Ha, I like it (tried on Win 10 Pro). It handles Yahoo! mail just handsom -- by refusing to load 'the very-very-very latest version' of that 'amazing and most advanced' web-mail and falling back to the older one. The one that actually works fine and doesn't hang the browser. I LOVE that approach. Oh, and it does the same to YouTube!! Firefox, for some reason or other, hangs on that site every other time. Seamonkey doesn't care. Good !!! My type of browser.

Just confrim, please, does it actually BUILD on 13.0+ using your instructions above?


----------



## trev (Feb 11, 2021)

No idea - I'm on 12.2-STABLE at present.


----------



## free-and-bsd (Feb 11, 2021)

Well, I see no reason why it shouldn't.


----------



## free-and-bsd (Feb 14, 2021)

free-and-bsd said:


> Well, I see no reason why it shouldn't.


Well it does not, after all.
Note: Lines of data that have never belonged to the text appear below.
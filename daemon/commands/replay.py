"""`hourwatch replay LOG`: a log through the engine on a virtual clock; with
`--report` an HTML review report, with `--compare`/`--compare-profiles` a what-if
comparison of two rule sets or two device profile sets. `--bind DEVICE[=BED]` replays a
capture that holds no bed context (`hourwatch probe --save`), `--rejects` lists every
rejected line with its reason, detail and payload."""

from __future__ import annotations

import argparse
import json
import re
import sqlite3
import sys
from collections.abc import Iterator
from datetime import tzinfo
from html import escape
from pathlib import Path
from typing import TYPE_CHECKING

from ..caution import CAUTION
from ..config import zone_info
from ..engine.effects import Effect
from ..engine.engine import ID_PATTERN, Engine
from ..engine.timefmt import TimeError, parse_iso
from ..errors import UserError
from ..hourly import hourly_json, hourly_text, quality_text
from ..journal_api import target
from ..profile_files import load_devices, load_profiles
from ..recovery import series_keep_s
from ..replay import Records, RejectLog, bench_beds, replay_file
from ..rule_files import load_advice, load_policy, load_rules
from ..sources import require
from ..timeline import effect_json, effect_text

if TYPE_CHECKING:
    from ..review.plots import BedPicture


def add(sub: argparse._SubParsersAction[argparse.ArgumentParser]) -> None:
    r = sub.add_parser("replay", help="replay a JSON Lines log through the engine")
    r.add_argument("log", type=target,
                   help="recorded messages: a JSON Lines log, a journal file or a "
                   "postgresql:// journal URL")  # fmt: skip
    r.add_argument("--profiles", type=Path, default=None, help="device profile folder")
    r.add_argument("--rules", type=Path, default=None, help="rule folder (with escalation.toml)")
    r.add_argument("--hourly", action="store_true", help="print completed clock-hour totals")
    r.add_argument("--json", action="store_true", help="one JSON object per line")
    r.add_argument(
        "--until", default=None, help=UNTIL_HELP
    )
    r.add_argument(
        "--report",
        type=Path,
        default=None,
        metavar="OUT.html",
        help="write a self-contained HTML review report",
    )
    r.add_argument(
        "--plots",
        type=Path,
        default=None,
        metavar="DIR",
        help="with --report: also write each bed's plot as DIR/BED.png",
    )
    r.add_argument(
        "--compare",
        type=Path,
        default=None,
        metavar="RULES_B",
        help="what-if: replay again under this rule folder, compare with --rules",
    )
    r.add_argument(
        "--compare-profiles",
        type=Path,
        default=None,
        metavar="PROFILES_B",
        help="what-if: replay again with this device profile folder",
    )
    r.add_argument(
        "--timezone",
        default="UTC",
        metavar="ZONE",
        help="local time zone for the clock times on pages (IANA name; default UTC)",
    )
    r.add_argument(
        "--bind",
        action="append",
        default=[],
        metavar="DEVICE[=BED]",
        help="bind a meter to a temporary bed at the log's start (a capture without a bed "
        "context); repeat for more meters; default beds bench-1, bench-2, ...",
    )
    r.add_argument(
        "--weight",
        type=float,
        default=None,
        metavar="KG",
        help="with --bind: the temporary beds' weight (without one, weight-based rules do not run)",
    )
    r.add_argument(
        "--rejects",
        action="store_true",
        help="list every rejected line with its reason, detail and payload",
    )
    r.add_argument(
        "--devices", type=Path, default=None, metavar="FILE", help="per-meter calibration file"
    )
    r.set_defaults(run=run)


UNTIL_HELP = "run the clock on to this ISO-8601 time after the last line"


def until_arg(text: str | None) -> float | None:
    """--until: an ISO-8601 time with its offset, as epoch seconds."""
    if not text:
        return None
    try:
        return parse_iso(text)
    except TimeError as exc:
        raise UserError(f"--until: {exc}") from None


def _zone(name: str) -> tzinfo:
    try:
        return zone_info(name)
    except ValueError as exc:
        raise UserError(f"--timezone: {exc}") from None


def _where(folder: Path | None) -> str:
    return str(folder) if folder else "shipped defaults"


def binds(specs: list[str]) -> list[tuple[str, str]]:
    """--bind DEVICE[=BED] options as (device, bed); a meter without a bed gets its own."""
    out: list[tuple[str, str]] = []
    pattern = re.compile(ID_PATTERN)
    for k, spec in enumerate(specs, start=1):
        device, _, bed = spec.partition("=")
        bed = bed or f"bench-{k}"
        if not device or len(device) > 128 or "/" in device:
            raise UserError(f"--bind: {spec!r}: a meter id (1-128 characters, no '/') first")
        if not pattern.match(bed):
            raise UserError(f"--bind: {spec!r}: the bed {bed!r} is not an identifier "
                            "(letters, digits, '-', '_', '.')")  # fmt: skip
        if any(device == d for d, _ in out):
            raise UserError(f"--bind: meter {device!r} named twice")
        out.append((device, bed))
    return out


def run(args: argparse.Namespace) -> int:
    require(args.log, "log file")
    if args.plots and not args.report:
        raise UserError("--plots needs --report")
    until = until_arg(args.until)
    if args.weight is not None and not 0 < args.weight <= 400:
        raise UserError("--weight: a body weight in kg, above 0 and at most 400")
    if args.weight is not None and not args.bind:
        raise UserError("--weight is the weight of the beds --bind makes: name a meter")
    bound = binds(args.bind)
    review = args.compare or args.compare_profiles or args.report
    used = [o for o, on in (("--bind", bound), ("--rejects", args.rejects),
                            ("--devices", args.devices)) if on]  # fmt: skip
    if review and used:
        raise UserError(f"{used[0]} works with the timeline and --hourly, not with a report or "
                        "a comparison (add a bed context to the log for those)")  # fmt: skip
    if args.compare or args.compare_profiles:
        return _compare(args, until)
    if args.report:
        return _report(args, until, comparison=None)
    profiles = load_profiles(args.profiles)
    rules = load_rules(args.rules)
    rejects = RejectLog() if args.rejects else None
    engine = Engine(
        profiles,
        rules,
        load_policy(args.rules),
        observe=rejects.observe if rejects else None,
        advice_policy=load_advice(args.rules),
        timezone=_zone(args.timezone),
        calibration=load_devices(args.devices),
        # the timeline needs no old minutes (--hourly lists every hour): kept as the
        # service keeps them, so a year replays in the memory of a day
        series_keep_s=None if args.hourly else series_keep_s(rules),
    )
    bench = bench_beds(bound, args.weight, engine.prefix) if bound else None

    def follow(records: Records) -> Records:
        records = bench(records) if bench else records
        return rejects.records(records) if rejects else records

    wrap = follow if bench or rejects else None  # None: replay need not build records

    out = sys.stdout
    if args.hourly:
        result = replay_file(args.log, engine, until=until, wrap=wrap,
                             on_effects=rejects.on_effects if rejects else None)  # fmt: skip
        lines = hourly_json(result.engine) if args.json else hourly_text(result.engine)
        for line in lines:
            out.write(line + "\n")
    else:
        show = effect_json if args.json else effect_text
        if not args.json and args.timezone != "UTC":
            out.write(f"Times at the left are UTC; clock times inside the messages (pages, "
                      f"lab and sample times) are {args.timezone}.\n")  # fmt: skip

        def emit(effects: list[Effect]) -> None:
            if rejects is not None:
                rejects.on_effects(effects)
            for e in effects:
                line = show(e)
                if line is not None:
                    out.write(line + "\n")

        result = replay_file(args.log, engine, on_effects=emit, until=until, wrap=wrap)
        if not args.json:
            out.write("\n")
            for line in quality_text(result.engine):
                out.write(line + "\n")
    if rejects is not None:
        if args.json:
            for row in rejects.rows:
                out.write(json.dumps(row.to_json()) + "\n")
        else:
            out.write(f"\nRejected lines: {len(rejects.rows)}\n")
            for row in rejects.rows:
                out.write("\n".join(row.text(args.log)) + "\n")
    if not args.json:
        out.write(
            f"\n{result.messages} messages replayed, {len(result.bad_lines)} malformed "
            f"line(s) skipped.\n{CAUTION}\n"
        )
    return 0


def _report(args: argparse.Namespace, until: float | None, comparison: str | None) -> int:
    # imported here: matplotlib is only needed for a report
    from ..review import report as html_report
    from ..review.explain import review
    from ..review.recorder import with_progress

    profiles = load_profiles(args.profiles)
    rules = load_rules(args.rules)
    if args.plots is not None:  # before the replay, which may take a while
        _writable_folder(args.plots)
    rv = review(
        args.log,
        profiles,
        rules,
        load_policy(args.rules),
        advice=load_advice(args.rules),
        until=until,
        progress=sys.stderr,
        warn=sys.stderr,
    )
    inp = html_report.ReportInput(
        rv,
        args.log,
        _where(args.rules),
        _where(args.profiles),
        rv.bad_lines,
        comparison or "",
    )

    def bar(items: list[BedPicture]) -> Iterator[BedPicture]:
        return with_progress(items, len(items), "plots", sys.stderr, every=1)

    try:
        text = html_report.render(inp, progress=bar, plots_dir=args.plots)
    except OSError as exc:  # a plot file that cannot be written
        raise UserError(f"{args.plots}: cannot write a plot: {exc.strerror}") from None
    try:
        html_report.write(args.report, text)
    except OSError as exc:
        raise UserError(f"{args.report}: cannot write: {exc.strerror}") from None
    raised = sum(1 for e in rv.episodes if e.raised)
    assert rv.engine is not None
    print(
        f"{args.report}: report of {rv.messages} messages, {len(rv.engine.beds)} bed(s), "
        f"{raised} alarm(s) raised.\n{CAUTION}"
    )
    return 0


def _writable_folder(folder: Path) -> None:
    try:
        folder.mkdir(parents=True, exist_ok=True)
    except OSError as exc:
        raise UserError(f"{folder}: cannot make the plots folder: {exc.strerror}") from None


def _compare(args: argparse.Namespace, until: float | None) -> int:
    from ..review import compare as what_if
    from ..review import verdicts
    from ..review.acks import AckCarrier
    from ..review.episodes import episodes
    from ..review.recorder import replay_alarms, warn_about

    prof_a = load_profiles(args.profiles)
    prof_b = load_profiles(args.compare_profiles) if args.compare_profiles else prof_a
    rules_a, pol_a = load_rules(args.rules), load_policy(args.rules)
    rules_b = load_rules(args.compare) if args.compare else rules_a
    pol_b = load_policy(args.compare) if args.compare else pol_a
    label_a = f"rules {_where(args.rules)}; profiles {_where(args.profiles)}"
    label_b = (
        f"rules {_where(args.compare or args.rules)}; "
        f"profiles {_where(args.compare_profiles or args.profiles)}"
    )
    runs = []
    adv_a = load_advice(args.rules)
    adv_b = load_advice(args.compare) if args.compare else adv_a
    sides = (("A", prof_a, rules_a, pol_a, adv_a, label_a),
             ("B", prof_b, rules_b, pol_b, adv_b, label_b))  # fmt: skip
    carriers = {"a": AckCarrier(), "b": AckCarrier()}
    for name, prof, rules, pol, adv, label in sides:
        rec, res = replay_alarms(
            args.log,
            prof,
            rules,
            pol,
            progress=sys.stderr,
            label=f"replay {name}",
            until=until,
            advice=adv,
            acks=carriers[name.lower()],
        )
        warn_about(res, args.log, sys.stderr if name == "A" else None)
        bound = {b: s.bound_at for b, s in res.engine.beds.items()}
        runs.append(what_if.summarize(label, episodes(rec.events), bound, rec.end_time))
    store = verdicts.store_path(args.log)
    try:
        anns = verdicts.load(store)
    except (sqlite3.Error, ValueError, OSError) as exc:  # must not hide the comparison
        print(f"{store}: annotations not read: {exc}", file=sys.stderr)
        anns = []
    c = what_if.compare(runs[0], runs[1], anns)
    c["recorded_acks"] = {k: v.counts() for k, v in carriers.items()}
    lines = what_if.text(c)
    if args.json:
        sys.stdout.write(json.dumps(c) + "\n")
    else:
        sys.stdout.write("\n".join(lines) + f"\n\n{CAUTION}\n")
    if args.report:
        section = (
            '<h2 id="what-if">What-if comparison</h2><pre>' + escape("\n".join(lines)) + "</pre>"
        )
        return _report(args, until, comparison=section)
    return 0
Looks for files that don't exist etc, and I think it's not linked to a particular FreeBSD version.


----------



## trev (Feb 25, 2021)

At the present I see three possible options for continuing with a recent FreeBSD SeaMonkey version:

1. NickKostirya creates a port of a recent version of SeaMonkey.
2. Use NetBSD’s pkgsrc tree as they have a recent version of SeaMonkey (not yet investigated).
3. I have communicated with someone who would create a FreeBSD SeaMonkey port for "$US 120/hour -- and this is, at least, several hours job, depending..."

Opinions?


----------



## jb_fvwm2 (Feb 25, 2021)

In the port, [#3] could that person collect by putting where to donate
in the pkg-descr, and then update that file once he/she has been paid enough?


----------



## Phishfry (Feb 26, 2021)

You can count me in for a bounty.
The problem with outsourcing this is updates. Just porting one version is nice but we really need someone capable of updating it too.
So a continual pot might be needed for enticement.


----------



## Phishfry (Mar 1, 2021)

Money can be an uncomfortable topic. I would be willing to pay 60 bucks a year for SeaMonkey port.
Is that too little? Maybe I would pay $60 to get it back and $60 to keep it active. Not every release but some reasonable frequency.


----------



## Mjölnir (Mar 2, 2021)

Phishfry, most (all?) MUAs store the mail in a standard format, either _maildir_ or _mbox_.  I'd strongly guess _SeaMonkey_ is no exception here.  I.e. you can access your mail with many other MUAs as well.  There are several other very good, stable, robust & reliable MUAs available.  What's so special about _SeaMonkey_ that you can't exchange it with another tool?  EDIT To name a few: _ClawsMail, Evolution, Kontact/KMail._


----------



## Phishfry (Mar 2, 2021)

I don't use the mail function. I use claws-mail. I have been using Netscape Navigator since it came out. NCSA Mosaic before that.
I don't like change. Firefox seems to change settings every version. None of them useful to me.
Who in the world would hide the menu by default? Not Me. They have lost their way.
SeaMonkey on the other hand is built by real humans who are volunteers. They use a much saner set of defaults.
Same code base but different implementation.


----------



## mark_j (Mar 2, 2021)

The cynic in me thinks this:
Firefox exists solely at the behest of Alphabet, purely to stave off anti-trust procedures by the US dept of justice. It therefore does not care about pleasing its users or even considering function above form. It was a real alternative 10 years ago but now is just a horrid mish-mash of poor design, implementation and usability. Oh, and it's slow, bloated and junk.
One day I will tell you how I really think...


----------



## jb_fvwm2 (Mar 3, 2021)

Phishfry said:


> Money can be an uncomfortable topic. I would be willing to pay 60 bucks a year for SeaMonkey port.
> Is that too little? Maybe I would pay $60 to get it back and $60 to keep it active. Not every release but some reasonable frequency.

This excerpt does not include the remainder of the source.